At sunset, many of the best photos can be taken just after the sun has dipped below the horizon. So don’t pack up your gear and head to the car as soon as the sun sets.
Work away from the sun as well
Excellent light can be found at sunrise and sunset even if you aren’t facing the sun. One morning at Beavertail State Park, the sun wasn’t visible in any of my photos, but the lighting was still ideal. Many of the rocks in the foreground sat in shadows because the sun was still so low, but the sky had a lovely glow to it.
Be flexible with the weather
When photographing the coast, there are options for just about any type of weather. On extremely cloudy, overcast days you may not be able to photograph a sunrise or a sunset, but you can capture moody long exposures of water flowing over rocks. These photos are best taken on cloudy days because there are no distracting shadows or uneven lighting.
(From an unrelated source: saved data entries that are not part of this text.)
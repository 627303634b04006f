"""The Monte Carlo of good units: against the GUM law of propagation, against full circuit solves,
and against the step kinds' own values."""

from __future__ import annotations

import dataclasses
import math
from pathlib import Path

import numpy as np
import pytest

from rig.analysis.bench_model import StaticBench
from rig.analysis.good_units import GoodUnitSampler, _ntc_r
from rig.analysis.montecarlo import SequenceMonteCarlo
from rig.analysis.predict import SequencePredictor
from rig.analysis.reading_model import (
    PortModel,
    circuit_ports,
    meter_shows,
    port_values,
    prepared_circuit,
)
from rig.circuit import solve_batch
from rig.commands.limits import load_station_or_virtual
from rig.config.sequence import load_sequence
from rig.config.unit_file import NtcSensor, RatiometricSensor, UnitModel, load_unit
from rig.judge.accuracy import AccuracySpec, AccuracyTable
from rig.models.ntc import BetaNtc
from rig.plan import Plan, build_plan

SEQUENCES = Path(__file__).resolve().parent.parent / "sequences"
SHIPPED = [
    ("temp-circuit-check", "temp-circuit"),
    ("pressure-circuit-check", "pressure-circuit"),
    ("ntc-sender-screen", "ntc-sender"),
]

DIVIDER_FIXTURE = """\
[fixture]
name = "divider-fixture"
relay_count = 4
max_closed = 4

[pins.SIG]
connector = "J1"
dmm_hi = 1

[pins.RET]
connector = "J1"
dmm_lo = 2
bench_ground = true
"""

DIVIDER_UNIT = """\
# A test divider; every value is invented for the test.
[unit]
name = "divider"
fixture = "fixture.toml"

[controller]
ground = "RET"

[controller.sources.reference]
node = "REF"
voltage = "5.0 V"
tolerance = "0.5 %"

[resistors.upper]
between = ["REF", "SIG"]
value = "2.49 kohm"
tolerance = "1 %"

[resistors.lower]
between = ["SIG", "RET"]
value = "2.0 kohm"
tolerance = "2 %"
"""

DIVIDER_SEQUENCE = """\
[sequence]
name = "divider-check"

[[steps]]
id = "divider"
kind = "volts"
hi = "SIG"
lo = "RET"
low = "0.6 V"
high = "4.8 V"
"""


def shipped_plan(sequence: str, unit_name: str) -> tuple[Plan, UnitModel]:
    unit = load_unit(SEQUENCES / "units" / f"{unit_name}.toml")
    station = load_station_or_virtual(None, unit)
    return build_plan(load_sequence(SEQUENCES / f"{sequence}.toml"), station), unit


def divider_plan(folder: Path) -> tuple[Plan, UnitModel]:
    (folder / "fixture.toml").write_text(DIVIDER_FIXTURE)
    (folder / "unit.toml").write_text(DIVIDER_UNIT)
    (folder / "sequence.toml").write_text(DIVIDER_SEQUENCE)
    unit = load_unit(folder / "unit.toml")
    station = load_station_or_virtual(None, unit)
    return build_plan(load_sequence(folder / "sequence.toml"), station), unit


def test_divider_against_gum_first_order_propagation(tmp_path: Path) -> None:
    """Mean and standard deviation of a divider voltage against the law of propagation of
    uncertainty, u_c^2 = sum (df/dx_i)^2 u^2(x_i) (JCGM 100:2008, GUM 5.1.2), with each ± bound
    taken as rectangular, u = a/sqrt(3) (GUM 4.3.7)."""
    plan, unit = divider_plan(tmp_path)
    predictor = SequencePredictor(plan, unit)
    n = 200_000
    result = SequenceMonteCarlo(plan, unit, predictor.run()).run(n, seed=7)
    values = result.steps[0].values

    # The reading: V = Vref Rp / (R1 + Rp), Rp = R2 parallel to the DMM's 10 Mohm input and the
    # 100 Gohm isolation of its HI bus (the virtual bench's front end); the two 0.05 ohm relay
    # contacts in series with 10 Mohm are below 1e-8 of the reading and left out.
    r_in = 1.0 / (1.0 / 10e6 + 1.0 / 1e11)

    def f(x: np.ndarray) -> float:
        v_ref, r1, r2 = x
        rp = r2 * r_in / (r2 + r_in)
        return float(v_ref * rp / (r1 + rp))

    x0 = np.array([5.0, 2490.0, 2000.0])
    u = x0 * np.array([0.005, 0.01, 0.02]) / math.sqrt(3.0)
    grad = np.zeros(3)
    curvature = 0.0
    for i in range(3):
        step = np.zeros(3)
        step[i] = x0[i] * 1e-4
        grad[i] = (f(x0 + step) - f(x0 - step)) / (2 * step[i])
        second = (f(x0 + step) - 2 * f(x0) + f(x0 - step)) / step[i] ** 2
        curvature += 0.5 * second * u[i] ** 2  # second-order term of the mean (Taylor)
    # the meter: the 10 V range the planner fixes, +-(0.0035 % of reading + 0.0005 % of range),
    # the virtual bench's figures, rectangular (GUM 4.3.7)
    a_meter = (0.0035 * f(x0) + 0.0005 * 10.0) / 100.0
    u_c = math.sqrt(float(np.sum((grad * u) ** 2)) + (a_meter / math.sqrt(3.0)) ** 2)

    mean, sd = float(np.mean(values)), float(np.std(values, ddof=1))
    kurtosis = float(np.mean((values - mean) ** 4) / sd**4)
    # sampling error of the mean: sd/sqrt(N); of the sd: sd sqrt((kurtosis - 1)/(4N))
    assert abs(mean - (f(x0) + curvature)) <= 4 * sd / math.sqrt(n)
    # first order neglects terms of relative size u_rel^2 ~ 1e-4 in the variance
    assert abs(sd - u_c) <= 4 * sd * math.sqrt((kurtosis - 1) / (4 * n)) + 1e-4 * u_c
    # and the check can fail: leaving out the 2 % resistor's share is far outside the band
    u_without = math.sqrt(float(np.sum((grad[:2] * u[:2]) ** 2)))
    assert abs(sd - u_without) > 0.05 * u_c


@pytest.mark.parametrize(("sequence", "unit_name"), SHIPPED)
def test_port_model_equals_full_solve(sequence: str, unit_name: str) -> None:
    """The Woodbury form of each reading against solve_batch on the whole circuit (the solver is
    itself checked against ngspice in test_circuit_ngspice.py)."""
    plan, unit = shipped_plan(sequence, unit_name)
    nominal = SequencePredictor(plan, unit).run()
    sampler = GoodUnitSampler(unit)
    drawn = sampler.sample(np.random.default_rng(3), 400)
    bench = StaticBench(unit, plan.station.fixture, [])
    checked = 0
    for reading in nominal.readings:
        function = reading.condition.function
        if function is None:
            continue
        circuit = prepared_circuit(bench, reading.condition)
        sources = [k for k in drawn.values if k.startswith("src:")]
        ports = circuit_ports(circuit, [k for k in drawn.values if k not in sources])
        model = PortModel.build(circuit, ports, sources, function, reading.condition.test_current_a)
        fast = model.evaluate(drawn.values, drawn.n)
        overrides = {}
        for name, values in drawn.values.items():
            if name in circuit.elements:
                overrides[name] = values
            elif name.startswith("wire:"):
                overrides[f"{name}:a"] = overrides[f"{name}:b"] = values / 2
        full = solve_batch(circuit, overrides)
        reference = meter_shows(full, function, reading.condition.test_current_a)
        assert abs(model.m0 - reading.value) <= 1e-9 * max(abs(reading.value), 1e-3)
        np.testing.assert_allclose(fast, reference, rtol=1e-9, atol=1e-12)
        # leaving negligible elements out stays far inside the meter's uncertainty
        pruned = model.pruned(drawn, 1e-4 * reading.u_std)
        assert np.max(np.abs(pruned.evaluate(drawn.values, drawn.n) - reference)) <= (
            3e-4 * reading.u_std + 1e-12
        )
        assert port_values(ports, drawn.values)[0].shape == (drawn.n,)
        checked += 1
    assert checked >= 3


def _without_tolerances(unit: UnitModel) -> UnitModel:
    bare = dataclasses.replace(unit, ambient_range_c=None)
    bare.wires = {
        k: dataclasses.replace(w, length_tolerance_pct=0.0, area_tolerance_pct=0.0)
        for k, w in unit.wires.items()
    }
    bare.resistors = {
        k: dataclasses.replace(r, tolerance_pct=0.0) for k, r in unit.resistors.items()
    }
    bare.sensors = {}
    for name, sensor in unit.sensors.items():
        if isinstance(sensor, NtcSensor):
            sensor = dataclasses.replace(sensor, r25_tolerance_pct=0.0, beta_tolerance_pct=0.0)
        elif isinstance(sensor, RatiometricSensor):
            sensor = dataclasses.replace(sensor, fraction_tolerance_pct=0.0)
        bare.sensors[name] = sensor
    if unit.probe is not None:
        bare.probe = dataclasses.replace(unit.probe, tolerance_class=None)
    if unit.controller is not None:
        bare.controller = dataclasses.replace(
            unit.controller,
            sources=[dataclasses.replace(s, tolerance_pct=0.0) for s in unit.controller.sources],
        )
    return bare


@pytest.mark.parametrize(("sequence", "unit_name"), SHIPPED)
def test_step_values_equal_the_step_kinds_on_a_unit_without_spread(
    sequence: str, unit_name: str
) -> None:
    """With no tolerance and an exact meter every drawn unit is the nominal one, so each step's
    value must be what the step kind itself computes for it (the predictor runs the kinds)."""
    plan, unit = shipped_plan(sequence, unit_name)
    exact = AccuracyTable(
        {
            f: [(r, AccuracySpec(0.0, 0.0)) for r in plan.station.dmm_accuracy.ranges(f)]
            for f in ("dcv", "res2w", "res4w", "dci")
        }
    )
    plan.station = dataclasses.replace(plan.station, dmm_accuracy=exact)
    for planned in plan.steps:  # a stated temperature or pressure taken as exact, too
        planned.spec.params.pop("pressure_u_pa", None)
        planned.spec.params.pop("temperature_u_k", None)
    bare = _without_tolerances(unit)
    nominal = SequencePredictor(plan, bare).run()
    result = SequenceMonteCarlo(plan, bare, nominal).run(50, seed=1)
    by_id = {p.step_id: p.value for p in nominal.steps}
    assert result.steps
    for dist in result.steps:
        np.testing.assert_allclose(dist.values, by_id[dist.spec.id], rtol=1e-9, atol=1e-12)


def test_drawn_parts_stay_inside_their_tolerance_and_spread_as_uniform() -> None:
    """A uniform draw on ±a has standard deviation a/sqrt(3) (GUM 4.3.7)."""
    unit = load_unit(SEQUENCES / "units" / "temp-circuit.toml")
    n = 100_000
    drawn = GoodUnitSampler(unit).sample(np.random.default_rng(5), n)
    pullup = drawn.values["res:pullup"]
    assert pullup.min() >= 2490 * 0.99 and pullup.max() <= 2490 * 1.01
    expected_sd = 2490 * 0.01 / math.sqrt(3)
    # sd of a sample sd for a uniform (kurtosis 1.8): sd sqrt(0.8 / (4N))
    assert abs(np.std(pullup) - expected_sd) <= 4 * expected_sd * math.sqrt(0.8 / (4 * n))
    assert drawn.ambient_c.min() >= 15.0 and drawn.ambient_c.max() <= 35.0


def test_drawn_ntc_is_the_beta_model_with_the_drawn_r25_and_beta() -> None:
    unit = load_unit(SEQUENCES / "units" / "temp-circuit.toml")
    sensor = unit.sensors["coolant"]
    temps = np.array([-20.0, 0.0, 25.0, 60.0, 110.0])

    def spread(pct: float) -> np.ndarray:
        return np.full(len(temps), 1 + pct / 100)

    drawn = _ntc_r(sensor, temps, spread)  # type: ignore[arg-type]
    # r25 +2 %, beta +1 % (the unit file's tolerances) through the model itself
    reference = BetaNtc(2000.0 * 1.02, 3450.0 * 1.01).r_at(temps)
    np.testing.assert_allclose(drawn, reference, rtol=1e-12)
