def test_a_wire_list_is_checked_alone_against_its_fixture(
    tmp_path: Path, capsys: pytest.CaptureFixture[str]
) -> None:
    # a harness shop checks the list it was given before any bench is set up; a list given
    # where a sequence goes is named for what it is
    harness = SEQUENCES / "harness"
    wires, fixture = harness / "wire-list.csv", harness / "fixture.toml"
    assert main(["check", "--wire-list", str(wires), "--fixture", str(fixture)]) == 0
    assert "valid, 12 rows in 10 nets" in capsys.readouterr().out
    assert main(["check", str(wires), "--station", str(fixture)]) == EXIT_BAD_INPUT
    assert "is a wire list, not a sequence" in capsys.readouterr().err
    bad = tmp_path / "bad.csv"
    lines = wires.read_text(encoding="utf-8").splitlines()
    bad.write_text("\n".join(line.replace("J1", "J9") for line in lines) + "\n", encoding="utf-8")
    assert main(["check", "--wire-list", str(bad), "--fixture", str(fixture)]) == EXIT_BAD_INPUT
    err = capsys.readouterr().err
    assert f"{bad}:" in err and "Traceback" not in err


def test_a_value_written_like_a_negative_number_stays_with_its_option() -> None:
    # argparse reads '-1mohm' as an option (it is not a plain number); joined to the option
    # that takes it, only where that option takes a value and never after '--'
    from rig.signed_values import join_signed_values

    options = {"--contact-allowance", "--ambient"}
    assert join_signed_values(["--contact-allowance", "-1mohm", "--json", "-5"], options) == [
        "--contact-allowance=-1mohm",
        "--json",
        "-5",
    ]
    assert join_signed_values(["--ambient", "-.5degC"], options) == ["--ambient=-.5degC"]
    assert join_signed_values(["--ambient", "--json"], options) == ["--ambient", "--json"]
    assert join_signed_values(["--", "--ambient", "-1"], options) == ["--", "--ambient", "-1"]


def test_every_option_that_takes_a_value_is_known_to_the_joining() -> None:
    from rig.cli import _parser
    from rig.signed_values import value_options

    found = value_options(_parser())
    assert {"--contact-allowance", "--ambient", "--isolation", "--station"} <= found
    assert "--json" not in found and "--verbose" not in found
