def test_rig_limits_takes_the_stored_zero_off_an_ntc_read_two_wire_as_a_run_does(
    tmp_path: Path,
) -> None:
    # rig limits' Monte Carlo computes each step's value as the step kind does: a proposal for
    # an ntc step read 2-wire must rest on the reading less the station's stored lead zero, or
    # its limits sit that zero off what a run judges.
    import numpy as np

    from rig.analysis.montecarlo import step_value

    zero = '\n[lead_zero]\n"T2:T1" = "0.1 ohm"\n'
    bench, station_path = _bench(tmp_path, SENDER, zero)
    bench.stop()
    seq = tmp_path / "ntc-ohms.toml"
    seq.write_text(NTC_OHMS_SEQUENCE, encoding="utf-8")
    station = load_station(station_path)
    plan = build_plan(load_sequence(seq), station)
    spec = next(p.spec for p in plan.steps if p.spec.id == "ntc-two-wire")
    value = step_value(spec, {"ntc": np.array([110.0, 2000.0])}, station)
    assert value.tolist() == pytest.approx([109.9, 1999.9])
Brenton Point State Park is a great spot for an overcast day. There are plenty of interesting rocks here, and they’re easy to find. You can use a neutral density filter to slow down the shutter speed and achieve a blurred water effect. For detailed instructions on this technique you can see my Guide to Long Exposure Landscape Photography.
The photo above was taken at sunrise (although the sun was nowhere to be found). Rain was falling pretty heavily, and this was one of the few photos I was able to take without visible water spots on the lens. The rain picked up and I couldn’t keep the lens dry, so I had to pack up. I would have loved to have a cloudy day without the rain, as I could have spent hours photographing the rocks.
Find foreground interest
If you are photographing the sunrise or sunset, it’s easy to get distracted by the beautiful sky and forget to include something of interest in the foreground. Good foreground subject matter can serve as an excellent anchor to a composition.
Along the coast of Rhode Island you’ll have plenty of rocks or formations in your foreground. You can also use puddles, or in some cases, plants.
Catch lighthouses in action
Rhode Island has plenty of lighthouses that are perfect for photography. The Castle Hill Lighthouse in Newport is my personal favorite, but Point Judith in Narragansett is also popular. The lighthouse at Beavertail State Park is great as well.
If you are photographing a lighthouse, you’ll achieve the best results by snapping a shot when the beacon light is on. Of course, this means you’ll need to photograph at a time when it is dark or foggy.
In some cases, you’ll be limited by the hours of the grounds around the lighthouse. The Point Judith Lighthouse, for example, is typically only open from 8 a.m. to sunset.
I like to head to Castle Hill Lighthouse just after sunset to get some photos with the light showing. To reach the lighthouse, you can park in the marina parking lot and take a short trail until you reach the rocky coast.
The light will pulse on and off, so you’ll want to time your photo to capture the shot while the light is on.